Multivariable analyses were then conducted using logistic regression analyses. First, respondents with SUDs with and without any lifetime history of incarceration were compared with one logistic regression analysis including only independent variables found to be notably different between groups in bivariate analyses (d > .3 or OR < .5 or OR > 1.5). Simultaneous entry of independent variables was used in the regression analysis. Then, two separate other logistic regression analyses were conducted to identify variables that were associated with utilization of any SUD treatment (i.e., alcohol or drug use disorder treatment). These logistic regressions were conducted separately because we theorized there would be different factors identified for each group, we had slightly different independent variables for each group, and incorporating all variables into one factorial model may be overcomplex when there is adequate statistical power for separate main effect analyses. However, in both analyses, background characteristics and SUDs were entered as independent variables; a backward stepwise entry method was used for the independent variables to retain only those variables significant at the p < .05 level. Regression analyses were conducted separately for respondents with SUDs with and without any lifetime incarceration. For all analyses, poststratification weights were applied and SAS/STAT version 9.4 was used.

Results

Among the total NESARC sample who responded to the incarceration question (n = 36,121), a weighted 10.6% reported a history of incarceration. Among the 10,853 U.S. adult respondents with a lifetime SUD, 2670 (weighted 22.42%) reported a history of incarceration and a weighted 77.58% reported no history of incarceration. Respondents with a lifetime SUD and history of incarceration reported a mean total of 303.26 days incarcerated (sd = 15.75).

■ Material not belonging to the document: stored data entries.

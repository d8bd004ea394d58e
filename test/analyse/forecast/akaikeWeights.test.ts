import fc from 'fast-check';
import {describe, expect, it} from 'vitest';
import {akaikeWeights} from '../../../src/analyse/forecast/akaikeWeights.js';

describe('akaikeWeights', () => {
  it('follows wᵢ = exp(−Δᵢ/2) / Σ exp(−Δⱼ/2) (Burnham & Anderson 2002, §2.9), worked by hand', () => {
    // Δ = 0, 2, 4: weights 1, e⁻¹, e⁻² over their sum 1.5032147…
    const w = akaikeWeights([310, 312, 314]);
    const sum = 1 + Math.exp(-1) + Math.exp(-2);
    expect(w[0]).toBeCloseTo(1 / sum, 14);
    expect(w[1]).toBeCloseTo(Math.exp(-1) / sum, 14);
    expect(w[2]).toBeCloseTo(Math.exp(-2) / sum, 14);
    expect(1 / sum).toBeCloseTo(0.66524095577, 10);
  });

  it('drops weights under the threshold and rescales the rest; non-finite criteria get 0', () => {
    const w = akaikeWeights([100, 101, 120, Infinity, NaN], 0.01);
    expect(w[2]).toBe(0); // Δ = 20: weight about 3e-5
    expect(w[3]).toBe(0);
    expect(w[4]).toBe(0);
    expect(w[0] + w[1]).toBeCloseTo(1, 15);
    expect(w[0] / w[1]).toBeCloseTo(Math.exp(0.5), 12);
    expect(Array.from(akaikeWeights([Infinity, NaN]))).toEqual([0, 0]);
  });

  it('sums to 1, favours smaller criteria and ignores a common shift (property)', () => {
    fc.assert(
      fc.property(
        fc.array(fc.double({min: -1e4, max: 1e4, noNaN: true}), {minLength: 1, maxLength: 15}),
        fc.double({min: -1e3, max: 1e3, noNaN: true}),
        (c, shift) => {
          const w = akaikeWeights(c);
          expect(w.reduce((a, b) => a + b, 0)).toBeCloseTo(1, 12);
          const best = c.indexOf(Math.min(...c));
          expect(w[best]).toBe(Math.max(...w));
          const shifted = akaikeWeights(c.map((v) => v + shift));
          shifted.forEach((v, i) => expect(v).toBeCloseTo(w[i], 9));
        },
      ),
    );
  });
});
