const sourceEntry = z.strictObject({
  id: slug.meta(doc('Unique id of the source, named by series. Required.')),
  file: optionalText.meta(
    doc(
      'Data file, relative to the pack: a CSV, or a workbook ending in .xlsx. Required, unless the source has a query.',
    ),
  ),
  layout: z
    .enum(['wide', 'long', 'across'])
    .nullish()
    .meta(
      doc(
        'wide: one column per series; long: key and value columns; across: one row per series, named in keyColumn, with the periods across the header (a budget sheet).',
        d.source.layout,
      ),
    ),
  dateColumn: optionalText.meta(
    doc('Column holding the period (2026-10, 2026-10-01, Oct 2026, 2026-Q3, 2026-W41).', d.source.dateColumn),
  ),
  keyColumn: optionalText.meta(doc('The column naming the series. Required when layout is long or across.')),
  valueColumn: optionalText.meta(doc('The column holding the values. Required when layout is long.')),
  delimiter: z
    .enum(['auto', ',', ';', '\t'])
    .nullish()
    .meta(doc('CSV field separator; auto sniffs it from the header line.', d.source.delimiter)),
  decimal: z
    .enum(['.', ','])
    .nullish()
    .meta(doc('Decimal mark of the numbers (CSV, and numbers typed as text in a workbook).', d.source.decimal)),
  encoding: z
    .enum(['utf-8', 'windows-1252'])
    .nullish()
    .meta(doc('Text encoding of the file (CSV).', d.source.encoding)),
  // Data as exported: header position, date spelling, workbooks and queries (crossCheck relates them).
  headerRow: z
    .number()
    .int()
    .min(1, {error: 'must be a line number from 1'})
    .nullish()
    .meta(
      doc('Line (CSV) or row (workbook) holding the column names; lines above it are ignored.', d.source.headerRow),
    ),
  dateFormat: z
    .string()
    .regex(DATE_FORMAT, {
      error: 'must be DD/MM/YYYY, MM/DD/YYYY, DD.MM.YYYY or DD-MM-YYYY, optionally with " HH:mm:ss"',
    })
    .nullish()
    .meta(
      doc(
        'Day-first or month-first dates: DD/MM/YYYY, MM/DD/YYYY, DD.MM.YYYY or DD-MM-YYYY, optionally with " HH:mm:ss". ' +
          'Default: none, only year-first dates are read.',
      ),
    ),
  timeZone: z
    .string()
    .refine(isTimeZone, {error: 'must be a time zone name such as UTC or Europe/Berlin'})
    .nullish()
    .meta(doc('IANA zone in which a timestamp written with an offset gets its date.', d.source.timeZone)),
  emptyMeans: z
    .enum(['missing', 'zero'])
    .nullish()
    .meta(
      doc('A period without rows inside the data: missing (a gap) or zero (for sum and count).', d.source.emptyMeans),
    ),
  sheet: optionalText.meta(doc('Workbooks: the sheet to read. Default: the first sheet.')),
  query: optionalText.meta(doc('One SELECT, run by engine, instead of a file.', null)),
  engine: z
    .enum(['duckdb', 'postgres'])
    .nullish()
    .meta(doc('What runs the query: embedded DuckDB or a PostgreSQL server. Required with query.')),
  connection: z
    .strictObject({
      env: z
        .string()
        .regex(/^[A-Za-z_][A-Za-z0-9_]*$/, {error: 'must be an environment variable name'})
        .meta(doc('Name of the environment variable holding the connection string. Required.')),
    })
    .nullish()
    .meta(doc('engine: postgres only: where the connection string is. Required for postgres.')),
  timeoutSeconds: z
    .number()
    .positive()
    .max(3600)
    .nullish()
    .meta(doc('A PostgreSQL query (and connection attempt) running longer is stopped.', d.source.timeoutSeconds)),
});

const seriesUnit = optionalText.meta(doc('Unit shown beside the figures, e.g. EUR k.', d.series.unit));
const seriesKind = z.enum(['flow', 'stock', 'ratio']);
const seriesKindDoc = doc(
  'flow: sums over a period (sales, orders); stock: a level (headcount, inventory); ratio: a formula numerator / ' +
    'denominator. Default: flow, or ratio for a formula whose top operation is a division.',
);
const better = z.enum(['higher', 'lower']);
const betterDoc = doc('Which side of the target is favourable (lower for costs); needs a target.', d.series.better);
const seriesLabel = optionalText.meta(doc('Name shown in the report. Default: the id.'));
const seriesTarget = optionalText.meta(
  doc("Id of another series holding this one's target or budget.", d.series.target),
);
const seriesHidden = z
  .boolean()
  .nullish()
  .meta(doc('Analyse but leave out of the report (e.g. a budget).', d.series.hidden));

Table 1 shows bivariate differences in background characteristics between respondents with SUDs who did and did not have any history of incarceration. Among notable differences (d > .3 or OR < .5 or OR > 1.5), respondents with SUDs who had a history of incarceration were more likely to be male, to be a veteran, to have lower income, and to have been homeless than those with SUDs and no history of incarceration. Respondents with SUDs and an incarceration history were also more likely to have Medicaid and less likely to have private insurance than respondents with SUDs with no incarceration history.

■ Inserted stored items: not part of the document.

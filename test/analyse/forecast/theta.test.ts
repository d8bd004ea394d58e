import {readFileSync} from 'node:fs';
import {describe, expect, it} from 'vitest';
import {fitTheta, forecastTheta} from '../../../src/analyse/forecast/theta.js';

// Fixtures: test/reference/theta.json, written by test/reference/theta.R with R's forecast::thetaf
// (version inside the JSON) on R's built-in datasets (AirPassengers, UKgas, co2, USAccDeaths, nottem, …).
const ref = JSON.parse(readFileSync(new URL('../../reference/theta.json', import.meta.url), 'utf8'));

const relErr = (a: number, b: number): number => Math.abs(a - b) / Math.max(1, Math.abs(b));

describe('Theta against forecast::thetaf', () => {
  for (const c of ref.cases) {
    it(`${c.name} (m = ${c.frequency}, h = ${c.h}): forecasts and intervals within 1e-6`, () => {
      const fit = fitTheta(Float64Array.from(c.values), {period: c.frequency});
      expect(relErr(fit.alpha, c.alpha)).toBeLessThan(1e-6);
      expect(relErr(fit.drift, c.drift)).toBeLessThan(1e-6);
      expect(relErr(fit.sigma2, c.sigma2)).toBeLessThan(1e-6);
      const fc = forecastTheta(fit, {h: c.h, levels: [80, 95]});
      for (let i = 0; i < c.h; i++) {
        expect(relErr(fc.mean[i], c.mean[i])).toBeLessThan(1e-6);
        expect(relErr(fc.lower.get(80)![i], c.lower80[i])).toBeLessThan(1e-6);
        expect(relErr(fc.upper.get(80)![i], c.upper80[i])).toBeLessThan(1e-6);
        expect(relErr(fc.lower.get(95)![i], c.lower95[i])).toBeLessThan(1e-6);
        expect(relErr(fc.upper.get(95)![i], c.upper95[i])).toBeLessThan(1e-6);
      }
    });
  }

  it('forecasts a constant series as that constant with zero-width intervals', () => {
    // A constant series has no drift and no residual variance (common practice; forecast's thetaf tests do the same).
    const fc = forecastTheta(fitTheta(new Float64Array(30).fill(7), {period: 12}), {h: 5});
    for (const v of fc.mean) expect(v).toBeCloseTo(7, 12);
    for (const v of fc.upper.get(95)!) expect(v).toBeCloseTo(7, 6);
  });
});
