import {readFileSync} from 'node:fs';
import {describe, expect, it} from 'vitest';
import {akaikeWeights} from '../../../src/analyse/forecast/akaikeWeights.js';
import {etsSearch, fitEts} from '../../../src/analyse/forecast/etsFit.js';
import {selectEtsScreened} from '../../../src/analyse/forecast/etsScreen.js';
import {etsCandidates, selectEts} from '../../../src/analyse/forecast/etsSelect.js';

// Real data: the seasonal series among R's datasets in test/reference/ets.json (written by test/reference/ets.R).
const ref = JSON.parse(readFileSync(new URL('../../reference/ets.json', import.meta.url), 'utf8'));
const seasonal = (ref.auto as {name: string; frequency: number; values: number[]}[]).filter((c) => c.frequency > 1);

/** Kept models with their weights (1% cut), as the `auto` forecast uses them. */
const weighted = (fits: {method: string; aicc: number; params: object}[]) => {
  const w = akaikeWeights(fits.map((f) => f.aicc), 0.01);
  return fits.flatMap((f, i) => (w[i] > 0 ? [{model: f.method, weight: w[i], params: f.params}] : []));
};

describe('selectEtsScreened', () => {
  for (const c of seasonal) {
    it(`${c.name}: the same models, weights and estimates as fitting every model`, () => {
      const y = Float64Array.from(c.values);
      const all = selectEts(y, {period: c.frequency})!.fits;
      const screened = selectEtsScreened(y, {period: c.frequency});
      expect(weighted(screened)).toEqual(weighted(all));
      // The models it fitted are fitted exactly as selectEts fits them, in the same order.
      for (const f of screened) expect(f).toEqual(all.find((g) => g.method === f.method));
    });
  }

  // `auto` selects with searches of at most 1,000 evaluations from a pool without the damped-trend models with
  // additive season: the screen must give what fitting every model of that pool with that budget gives.
  for (const c of seasonal) {
    it(`${c.name}, auto's pool and searches capped at 1,000 evaluations: the same as fitting every model so`, () => {
      const y = Float64Array.from(c.values);
      const pool = {period: c.frequency, dampedAdditiveSeason: false};
      const all = etsCandidates(y, pool).flatMap((spec) => {
        const fit = fitEts(y, spec, {maxEvaluations: 1000});
        return fit && Number.isFinite(fit.aicc) ? [fit] : [];
      });
      const screened = selectEtsScreened(y, {...pool, maxEvaluations: 1000});
      expect(weighted(screened)).toEqual(weighted(all));
      for (const f of screened) expect(f).toEqual(all.find((g) => g.method === f.method));
    });
  }
});

describe('etsCandidates', () => {
  it("auto's pool: the 15 models of the stable subset less ETS(A,Ad,A) and ETS(M,Ad,A), in the same order", () => {
    const y = Float64Array.from(seasonal[0].values);
    const name = (s: {error: string; trend: string; damped: boolean; season: string}) =>
      `${s.error}${s.trend}${s.damped ? 'd' : ''}${s.season}`;
    const every = etsCandidates(y, {period: 12}).map(name);
    // selectEts' order for positive data: errors A, M; trends N, A (damped first); seasons N, A, M.
    expect(every).toEqual('ANN ANA AAdN AAN AAdA AAA MNN MNA MNM MAdN MAN MAdA MAA MAdM MAM'.split(' '));
    const pool = etsCandidates(y, {period: 12, dampedAdditiveSeason: false}).map(name);
    expect(pool).toEqual(every.filter((m) => m !== 'AAdA' && m !== 'MAdA'));
  });
});

describe('etsSearch', () => {
  it('run in stages, finishes with what fitEts gives', () => {
    const c = seasonal[0];
    const y = Float64Array.from(c.values);
    const spec = {error: 'M', trend: 'A', damped: true, season: 'M', period: c.frequency} as const;
    const search = etsSearch(y, spec)!;
    for (const limit of [250, 500, 1000]) search.run(limit);
    expect(search.aicc()).toBeGreaterThanOrEqual(fitEts(y, spec)!.aicc - 1e-9);
    expect(search.finish()).toEqual(fitEts(y, spec));
    const capped = etsSearch(y, spec, 1000)!;
    capped.run(250);
    expect(capped.finish()).toEqual(fitEts(y, spec, {maxEvaluations: 1000}));
  });
});
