import {readFileSync} from 'node:fs';
import {describe, expect, it} from 'vitest';
import {fitEts} from '../../../src/analyse/forecast/etsFit.js';
import {forecastEts} from '../../../src/analyse/forecast/etsForecast.js';
import {forecastEtsMixture, simulateEtsMixture} from '../../../src/analyse/forecast/etsMixture.js';
import {simulateEts} from '../../../src/analyse/forecast/etsSimulate.js';

// UKgas (R datasets: UK quarterly gas consumption 1960–1986, Harvey 1989), from test/reference/ets.json.
const ref = JSON.parse(readFileSync(new URL('../../reference/ets.json', import.meta.url), 'utf8'));
const gas = Float64Array.from(ref.auto.find((c: {name: string}) => c.name === 'UKgas').values);
const fits = [
  fitEts(gas, {error: 'M', trend: 'A', damped: false, season: 'M', period: 4})!,
  fitEts(gas, {error: 'M', trend: 'A', damped: true, season: 'M', period: 4})!,
];

describe('forecastEtsMixture', () => {
  it('averages the members’ point forecasts and bounds by weight, and counts them in its name', () => {
    const w = Float64Array.of(0.7, 0.3);
    const mix = forecastEtsMixture(fits, w, {h: 8, levels: [80, 95]});
    const [a, b] = fits.map((f) => forecastEts(f, {h: 8, levels: [80, 95]}));
    for (let i = 0; i < 8; i++) {
      expect(mix.mean[i]).toBeCloseTo(0.7 * a.mean[i] + 0.3 * b.mean[i], 9);
      expect(mix.lower.get(95)![i]).toBeCloseTo(0.7 * a.lower.get(95)![i] + 0.3 * b.lower.get(95)![i], 9);
      expect(mix.upper.get(80)![i]).toBeCloseTo(0.7 * a.upper.get(80)![i] + 0.3 * b.upper.get(80)![i], 9);
    }
    expect(mix.method).toBe('ETS (2 models, Akaike-weighted)');
  });

  it('is the single model’s forecast when only one has weight', () => {
    const mix = forecastEtsMixture(fits, Float64Array.of(0, 1), {h: 4, levels: [80]});
    expect(mix.method).toBe('ETS(M,Ad,M)');
    expect(Array.from(mix.mean)).toEqual(Array.from(forecastEts(fits[1], {h: 4, levels: [80]}).mean));
  });
});

describe('simulateEtsMixture', () => {
  it('draws each model’s share of the paths (largest remainder) from its own seeded simulation', () => {
    const h = 3;
    const paths = simulateEtsMixture(fits, Float64Array.of(2 / 3, 1 / 3), {h, paths: 10});
    expect(paths).toHaveLength(30);
    // 6.67 and 3.33 paths: 7 from the first model, 3 from the second.
    expect(Array.from(paths.subarray(0, 7 * h))).toEqual(Array.from(simulateEts(fits[0], {h, paths: 7})));
    expect(Array.from(paths.subarray(7 * h))).toEqual(Array.from(simulateEts(fits[1], {h, paths: 3})));
  });
});
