import {readFileSync} from 'node:fs';
import {describe, expect, it} from 'vitest';
import {fitEts} from '../../../src/analyse/forecast/etsFit.js';
import {forecastEts} from '../../../src/analyse/forecast/etsForecast.js';
import {simulateEts} from '../../../src/analyse/forecast/etsSimulate.js';
import {runningTotalIntervals} from '../../../src/analyse/forecast/runningTotalIntervals.js';
import {normalQuantile} from '../../../src/analyse/numeric/normalQuantile.js';

// Data: R's AirPassengers and Nile from test/reference/ets.json (test/reference/ets.R). The checks compare the
// simulation with the analytic moments of Hyndman et al. (2005, 2008), which match forecast::ets (etsFit.test.ts).
const ref = JSON.parse(readFileSync(new URL('../../reference/ets.json', import.meta.url), 'utf8'));
const series = (name: string) => Float64Array.from(ref.auto.find((c: {name: string}) => c.name === name).values);

function columnMoments(paths: Float64Array, h: number, t: number): {mean: number; sd: number} {
  const n = paths.length / h;
  let s = 0;
  let ss = 0;
  for (let p = 0; p < n; p++) {
    const v = paths[p * h + t];
    s += v;
    ss += v * v;
  }
  const mean = s / n;
  return {mean, sd: Math.sqrt(ss / n - mean * mean)};
}

describe('simulateEts', () => {
  it('reproduces the analytic class-3 mean and variance of ETS(M,Ad,M) on AirPassengers', () => {
    const fit = fitEts(series('AirPassengers'), {error: 'M', trend: 'A', damped: true, season: 'M', period: 12})!;
    const h = 24;
    const fc = forecastEts(fit, {h});
    const paths = simulateEts(fit, {h, paths: 8000, seed: 3});
    for (const t of [0, 11, 23]) {
      const {mean, sd} = columnMoments(paths, h, t);
      // Monte Carlo error with 8000 paths: about 1/√8000 ≈ 1.1% of sd for the mean, 0.8% for the sd; allow 4%.
      expect(Math.abs(mean - fc.mean[t])).toBeLessThan(0.04 * Math.sqrt(fc.variance[t]));
      expect(Math.abs(sd / Math.sqrt(fc.variance[t]) - 1)).toBeLessThan(0.04);
    }
  });

  it('is reproducible for a seed', () => {
    const fit = fitEts(series('Nile'), {error: 'A', trend: 'N', damped: false, season: 'N', period: 1})!;
    expect(simulateEts(fit, {h: 5, paths: 10, seed: 9})).toEqual(simulateEts(fit, {h: 5, paths: 10, seed: 9}));
  });
});

describe('runningTotalIntervals', () => {
  it('matches the closed form σ²·Σ(1 + α(k − i))² for running totals of ETS(A,N,N) on Nile', () => {
    const fit = fitEts(series('Nile'), {error: 'A', trend: 'N', damped: false, season: 'N', period: 1})!;
    const h = 6;
    const totals = runningTotalIntervals(simulateEts(fit, {h, paths: 20000, seed: 5}), h, [80]);
    const level = fit.finalStates[0];
    const z = normalQuantile(0.9);
    for (let k = 0; k < h; k++) {
      let v = 0;
      for (let i = 0; i <= k; i++) v += (1 + fit.params.alpha * (k - i)) ** 2;
      const half = z * Math.sqrt(fit.sigma2 * v);
      const hi = totals.upper.get(80)![k] - level * (k + 1);
      const lo = level * (k + 1) - totals.lower.get(80)![k];
      expect(Math.abs(hi / half - 1)).toBeLessThan(0.04);
      expect(Math.abs(lo / half - 1)).toBeLessThan(0.04);
    }
  });
});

Table 1 Background characteristics of U.S. adults with substance use disorders with and without histories of incarceration

Table 2 details the rates of lifetime SUD diagnoses between the two groups. In bivariate comparisons, respondents with SUDs and a history of incarceration had much higher rates of almost all SUDs, but especially heroin, inhalants, hallucinogens, and cocaine than those with SUDs and no history of incarceration (all OR > 3.0). Respondents with SUDs and an incarceration history were also more likely to have used any SUD treatment for alcohol and drugs, including self-help group treatment, inpatient treatment, outpatient treatment, and emergency room services than their counterparts with no incarceration history (37% vs. 11% for any alcohol use disorder treatment, 18% vs. 4% for any drug use disorder treatment). Among respondents with alcohol use disorder and no incarceration (n = 7549), 11.5% had used any alcohol use disorder treatment compared to 39.6% who used any alcohol use disorder treatment among respondents with alcohol use disorder and a history of incarceration (n = 2386). Among respondents with drug use disorder and no incarceration (n = 2176), 14.9% had used any drug use disorder treatment compared to 31.4% who had used any drug use disorder treatment among those with drug use disorder and history of incarceration (n = 1340). Among respondents who used any SUD treatment, irrespective of incarceration history, the majority used self-help group treatment for both alcohol and drug use disorders.

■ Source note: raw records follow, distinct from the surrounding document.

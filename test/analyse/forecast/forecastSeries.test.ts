import {readFileSync} from 'node:fs';
import fc from 'fast-check';
import {describe, expect, it} from 'vitest';
import {forecastSeries} from '../../../src/analyse/forecast/index.js';
import {prepareSeries} from '../../../src/analyse/forecast/prepareSeries.js';

// Real data: R's AirPassengers and austres, taken from test/reference/ets.json (written by test/reference/ets.R).
const ref = JSON.parse(readFileSync(new URL('../../reference/ets.json', import.meta.url), 'utf8'));
const air = Float64Array.from(ref.auto.find((c: {name: string}) => c.name === 'AirPassengers').values);
const austres = Float64Array.from(ref.auto.find((c: {name: string}) => c.name === 'austres').values);
type Method = 'auto' | 'ets' | 'theta' | 'arima' | 'seasonal-naive' | 'combination';
const opts = (over: Partial<{method: Method; horizon: number; levels: number[]; backtestOrigins: number}> = {}) => ({
  method: 'auto' as const,
  horizon: 12,
  levels: [80, 95],
  backtestOrigins: 0,
  ...over,
});

function expectWellFormed(r: ReturnType<typeof forecastSeries>, h: number): void {
  expect(r.mean).toHaveLength(h);
  for (const v of r.mean) expect(Number.isFinite(v)).toBe(true);
  for (let i = 0; i < h; i++) {
    // Nested intervals: 95 contains 80 contains the mean.
    expect(r.lower['95'][i]).toBeLessThanOrEqual(r.lower['80'][i] + 1e-9);
    expect(r.lower['80'][i]).toBeLessThanOrEqual(r.mean[i] + 1e-9);
    expect(r.upper['80'][i]).toBeGreaterThanOrEqual(r.mean[i] - 1e-9);
    expect(r.upper['95'][i]).toBeGreaterThanOrEqual(r.upper['80'][i] - 1e-9);
  }
}

describe('forecastSeries', () => {
  it('forecasts AirPassengers with every method, finite and nested intervals', () => {
    for (const method of ['auto', 'ets', 'theta', 'seasonal-naive', 'combination'] as const) {
      const r = forecastSeries(air, {frequency: 'monthly', options: opts({method})});
      expectWellFormed(r, 12);
      expect(r.startOffset).toBe(air.length);
    }
    expect(forecastSeries(air, {frequency: 'monthly', options: opts({method: 'ets'})}).method).toBe('ETS(M,Ad,M)');
  });

  it('widens the ETS intervals with the horizon (non-seasonal series, austres ETS(M,Ad,A) aside: use Theta)', () => {
    const r = forecastSeries(austres, {frequency: 'quarterly', options: opts({method: 'theta', horizon: 8})});
    const width = (i: number) => r.upper['95'][i] - r.lower['95'][i];
    for (let i = 1; i < 8; i++) expect(width(i)).toBeGreaterThan(width(i - 1));
  });

  it('back-tests from rolling origins with benchmarks and one-step points', () => {
    const r = forecastSeries(air, {frequency: 'monthly', options: opts({method: 'theta', backtestOrigins: 6})});
    const b = r.backtest!;
    expect(b.origins).toBe(6);
    expect(b.horizon).toBe(6);
    expect(b.points.map((p) => p.offset)).toEqual([138, 139, 140, 141, 142, 143]);
    expect(b.mase).toBeGreaterThan(0);
    expect(b.smape).toBeGreaterThan(0);
    expect(b.benchmarks.map((x) => x.method)).toEqual(['Seasonal naive', 'Naive2']);
  });

  it('forecasts auto as Akaike-weighted ETS, Theta and ARIMA on STL-adjusted data and back-tests it', () => {
    const r = forecastSeries(air, {frequency: 'monthly', options: opts({backtestOrigins: 6})});
    // R's ets picks ETS(M,Ad,M) for AirPassengers (test/reference/ets.json); it carries most of the weight.
    expect(r.method).toMatch(
      /^Combination \(ETS \(\d+ models, Akaike-weighted\), Theta on STL-adjusted data, ARIMA\(\d,[01],\d\) with drift on STL-adjusted data\)$/,
    );
    expect(r.options.weights).toEqual([0.45, 0.45, 0.1]);
    // AirPassengers trends: the KPSS test asks for a difference.
    expect((r.options.arima as {order: number[]}).order[1]).toBe(1);
    const models = (r.options.ets as {models: {model: string; weight: number}[]}).models;
    expect(models[0].model).toBe('ETS(M,Ad,M)');
    expect(models.reduce((a, m) => a + m.weight, 0)).toBeCloseTo(1, 12);
    for (const m of models) expect(m.weight).toBeGreaterThanOrEqual(0.01);
    expect(r.backtest!.points).toHaveLength(6);
    expect(Number.isFinite(r.backtest!.mase)).toBe(true);
  });

  it('forecasts with ARIMA on STL-adjusted data, intervals nested, running totals given', () => {
    const r = forecastSeries(air, {frequency: 'monthly', options: opts({method: 'arima', backtestOrigins: 3})});
    expect(r.method).toMatch(/^ARIMA\(\d,1,\d\) with drift on STL-adjusted data$/);
    expectWellFormed(r, 12);
    expect(r.runningTotals!.upper['95'][11]).toBeGreaterThan(r.mean.reduce((a, b) => a + b, 0));
    expect(r.backtest!.points).toHaveLength(3);
  });

  it('forecasts a constant series as the constant, without error', () => {
    const flat = new Float64Array(40).fill(3.5);
    const r = forecastSeries(flat, {frequency: 'monthly', options: opts({backtestOrigins: 6})});
    expect(r.method).toBe('Constant');
    expect(r.mean).toEqual(new Array(12).fill(3.5));
    expect(r.upper['95']).toEqual(new Array(12).fill(3.5));
    expect(r.backtest).toBeNull();
  });

  it('trims NaN at both ends, fills interior gaps with a note, and still starts after the array', () => {
    const v = Float64Array.from([NaN, ...air.slice(0, 60), NaN, NaN]);
    v[20] = NaN;
    const r = forecastSeries(v, {frequency: 'monthly', options: opts({method: 'theta'})});
    expect(r.startOffset).toBe(v.length);
    expect(r.mean).toHaveLength(12);
    expect(r.notes).toContainEqual({code: 'forecastFilled', values: {count: 1}});
    expectWellFormed(r, 12);
  });

  it('falls back for short series: naive under four values, no seasonal models under two years', () => {
    const tiny = forecastSeries(Float64Array.of(3, 4, 5), {frequency: 'monthly', options: opts()});
    expect(tiny.method).toBe('Naive');
    expect(tiny.notes.map((n) => n.code)).toContain('forecastFewValues');
    const short = forecastSeries(air.slice(0, 20), {frequency: 'monthly', options: opts({method: 'ets'})});
    expect(short.method).toMatch(/^ETS\([AM],(N|A|Ad),N\)$/);
    expect(short.notes.map((n) => n.code)).toContain('noSeasonalModels');
  });

  it('handles weekly data through seasonal adjustment and says so', () => {
    // Invented weekly series: trend, a yearly wave and a deterministic wobble.
    const weeks = Float64Array.from(
      {length: 160},
      (_, t) => 100 + 0.1 * t + 10 * Math.sin((2 * Math.PI * t) / 52) + ((t * 7919) % 13) / 3,
    );
    const r = forecastSeries(weeks, {frequency: 'weekly', options: opts({method: 'auto', horizon: 13})});
    expectWellFormed(r, 13);
    expect(r.notes.map((n) => n.code)).toContain('weeklyEts');
  });

  it('property: any finite series gives finite, nested forecasts (no NaN out)', () => {
    fc.assert(
      fc.property(
        fc.array(fc.double({min: -1e4, max: 1e4, noNaN: true}), {minLength: 1, maxLength: 40}),
        fc.constantFrom<Method>('auto', 'ets', 'theta', 'arima', 'seasonal-naive'),
        (values, method) => {
          const options = opts({method, horizon: 5});
          const r = forecastSeries(Float64Array.from(values), {frequency: 'quarterly', options});
          expectWellFormed(r, 5);
        },
      ),
      {numRuns: 40},
    );
  });

  it('rejects an all-NaN series', () => {
    const empty = Float64Array.of(NaN, NaN);
    expect(() => forecastSeries(empty, {frequency: 'monthly', options: opts()})).toThrow(/at least one value/);
  });
});

describe('prepareSeries', () => {
  it('trims leading and trailing NaN and fills interior gaps linearly', () => {
    const r = prepareSeries(Float64Array.of(NaN, 1, NaN, 3, NaN));
    expect([...r.values]).toEqual([1, 2, 3]);
    expect(r.first).toBe(1);
    expect(r.filled).toBe(1);
    expect(prepareSeries(Float64Array.of(NaN)).values).toHaveLength(0);
  });
});

describe('forecastSeries running totals', () => {
  it('gives running-total intervals for auto, ETS and Theta, nested around the cumulative mean', () => {
    for (const method of ['auto', 'ets', 'theta'] as const) {
      const r = forecastSeries(air, {frequency: 'monthly', options: opts({method})});
      const t = r.runningTotals!;
      let cum = 0;
      r.mean.forEach((m, k) => {
        cum += m;
        expect(t.lower['95'][k]).toBeLessThan(t.lower['80'][k]);
        expect(t.lower['80'][k]).toBeLessThan(cum);
        expect(t.upper['80'][k]).toBeGreaterThan(cum);
        expect(t.upper['95'][k]).toBeGreaterThan(t.upper['80'][k]);
      });
    }
    const naive = forecastSeries(air, {frequency: 'monthly', options: opts({method: 'seasonal-naive'})});
    expect(naive.runningTotals).toBeUndefined();
  });

  it('leaves them out when not asked for, with the same forecast and back-test', () => {
    for (const method of ['auto', 'theta'] as const) {
      const full = forecastSeries(air, {frequency: 'monthly', options: opts({method})});
      const bare = forecastSeries(air, {frequency: 'monthly', options: opts({method}), runningTotals: false});
      expect(bare.runningTotals).toBeUndefined();
      const {runningTotals: _, ...rest} = full;
      expect(bare).toEqual(rest);
    }
  });
});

Table 2 Rates of substance use disorders and substance use disorder treatment among U.S. adults with substance use disorders with and without histories of incarceration

Multivariable analyses were then conducted to compare respondents with SUDs with and without history of incarceration including only notable differences in bivariate analyses (d > .3 or OR < .5 or OR > 1.5). As shown in Table 3, respondents with SUDs and a history of incarceration were significantly more likely to be male, to have Medicaid coverage, and to have experienced homelessness compared to those with SUDs and no history of incarceration. Respondents also had lower income and were less likely to have private health insurance. In terms of SUDs and SUD treatment, respondents with SUDs and a history of incarceration were significantly more likely to have tobacco use, cannabis use, cocaine use, and other stimulant use disorders and more likely to have used any alcohol and drug use disorder treatment than respondents with SUDs and no history of incarceration.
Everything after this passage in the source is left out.